An ongoing joke concerning Toph's blindness was her lack of ability to discern anything that had been written or drawn. In Ba Sing Se, Toph became angry when Sokka suggested that she needed help putting up fliers. She angrily slapped up a poster herself, only to inadvertently place it backward and say, "It's upside-down, isn't it?" Also, she sarcastically complimented Sokka on his drawings of Appa despite the obvious fact that she could not see them.[22] Later, in the Fire Nation, after being presented with the same wanted poster twice, Toph vocally expressed her annoyance with the constant oversight.[19] Toph was comfortable enough, however, with the group's absent-mindedness on the subject of her blindness to even joke about it herself at times. For example, while searching for the library, Toph, while flying on Appa, claimed that she saw it, before remarking, "That's what it'll sound like when one of you spots it," and waving a hand in front of her eyes.[23]

While hijacking an airship, Toph mistook Sokka's comment about taking the wheel, thinking he was referring to her. By the smile on her face, it was pretty clear that she was gleeful about getting another chance to correct him. However, it turned out that Sokka was talking to Suki, and Toph managed to subsequently cover up her original intention pretty well.[24] At the reunion in the Jasmine Dragon after the passing of Sozin's Comet, she made a joke about Sokka's drawing, saying that she thought everyone looked perfect.[25]

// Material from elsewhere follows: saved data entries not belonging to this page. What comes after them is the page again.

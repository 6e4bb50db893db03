/**
 * The grid of the piecewise method: evaluated points, the shape class of
 * every cell between consecutive points, the location of curvature changes,
 * the tails, and the pieces of the envelope built from all of it. @internal
 *
 * @remarks
 * Shape classes of a cell [a, b] (log f is written l):
 * - concave (`CELL_CONCAVE`), convex (`CELL_CONVEX`), linear within
 *   rounding (`CELL_LINEAR`), from the data:
 *   with derivatives, l'(a) ≥ s ≥ l'(b) (concave) or l'(a) ≤ s ≤ l'(b)
 *   (convex), s the chord slope; without, the chord slopes of the cell and
 *   its neighbours (second divided differences at both ends).
 * - `CELL_MIXED`: the data contradict both (a curvature change, a kink or a
 *   jump inside); `CELL_UNKNOWN` (no curvature data yet).
 * - `CELL_ZERO` l = -Infinity at both ends (no mass); `CELL_BOUNDARY` at one end (the
 *   edge of the density's support, or a zero of it).
 * - `CELL_ATOMIC` no double lies strictly between a and b, so the only possible
 *   draws are a and b; `CELL_MONOTONE` a tiny cell around a curvature change, taken
 *   as monotone because the slopes around it share their sign; `CELL_NEGLIGIBLE` a
 *   cell of zero area in double precision ({@link NEGLIGIBLE_DROP}).
 *
 * Envelopes (lines in log space, i.e. exponential pieces), valid given the
 * class: concave, the minimum of the two outer lines (tangents at a and b,
 * or without derivatives the chords of the neighbouring cells extended)
 * above, the chord below; convex, the chord above, the maximum of the outer
 * lines below; linear, the chord for both; boundary, the outer line at the
 * finite end (the density is log-concave next to its zeros, because a convex
 * function cannot reach -Infinity at a finite point); atom and monotone,
 * the larger endpoint value above and the smaller below.
 *
 * @packageDocumentation
 */
import { ImproperDensityError, ShapeViolationError } from '../../core/errors.js';
import type { Evaluator } from '../../core/evaluate.js';
import { lastAtOrBelow } from '../envelope/arith.js';
import type { Tables } from '../envelope/piece-tables.js';
import { HULL_LOG_TOLERANCE_ABSOLUTE, HULL_LOG_TOLERANCE_RELATIVE } from '../envelope/tolerance.js';
import {
  CELL_ATOMIC, CELL_BOUNDARY, CELL_CONCAVE, CELL_CONVEX, CELL_LINEAR, CELL_MIXED, CELL_MONOTONE, CELL_NEGLIGIBLE, CELL_UNKNOWN, CELL_ZERO,
  MIXED_LIMIT, NEGLIGIBLE_DROP, PIECEWISE_NOISE, PIN_ROUNDS, SECANT_DEVIATION_ABSOLUTE, SECANT_DEVIATION_RELATIVE, SETTLE_MAX_ROUNDS,
  TAIL_INV_SQRT, TAIL_LOG, TAIL_NONE, combine, compatible, isAtomic, mid,
} from './cells.js';
import type { CellView, Tail } from './cells.js';
import { buildTables } from './pieces.js';
import type { ScanPoint } from './scan.js';
import { exp, log, log1p } from '../../vendor/math.js';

Because of the restrictions placed upon her by her parents and the fact that their servants waited upon her hand-and-foot lest she hurt herself, Toph often seemed to want to take on the responsibilities and obtain the freedoms of adulthood. This caused problems for herself and her friends, most notably during their visit to Fire Fountain City, as she did not always take into account how this might put her in danger or aggravate others. No matter how she acted, though, others realized that she was still a vulnerable child underneath everything else she pretended to be.[19]

When she went on to teach her unique talent of metalbending, she realized how her dogged pursuit of her own dreams of becoming the world's first metalbending teacher disrespected who her students were. She found parallels between how she was treating them as people by restricting them simply so they could meet her vision of them with how her parents had treated her back when she still lived with them. She subsequently decided to give up her metalbending academy so that she would not use it as an outlet for the pain she felt from her relationship with her parents onto her students. Lucky for her, her students happened to have overheard her conversation with Sokka about this subject, and responded to it by overcoming the limits the rest of the world saw as defining them in an attempt to live up to the vision Toph had had for them, and were finally able to metalbend.[9]

Due to her troubled past with her parents, Toph also exhibited a modernist attitude, believing that change is the key to progress.[12]

Abilities

Earthbending

Earth column

When Toph joined Team Avatar, her earthbending capabilities made it obvious that she would be a promising asset for the team.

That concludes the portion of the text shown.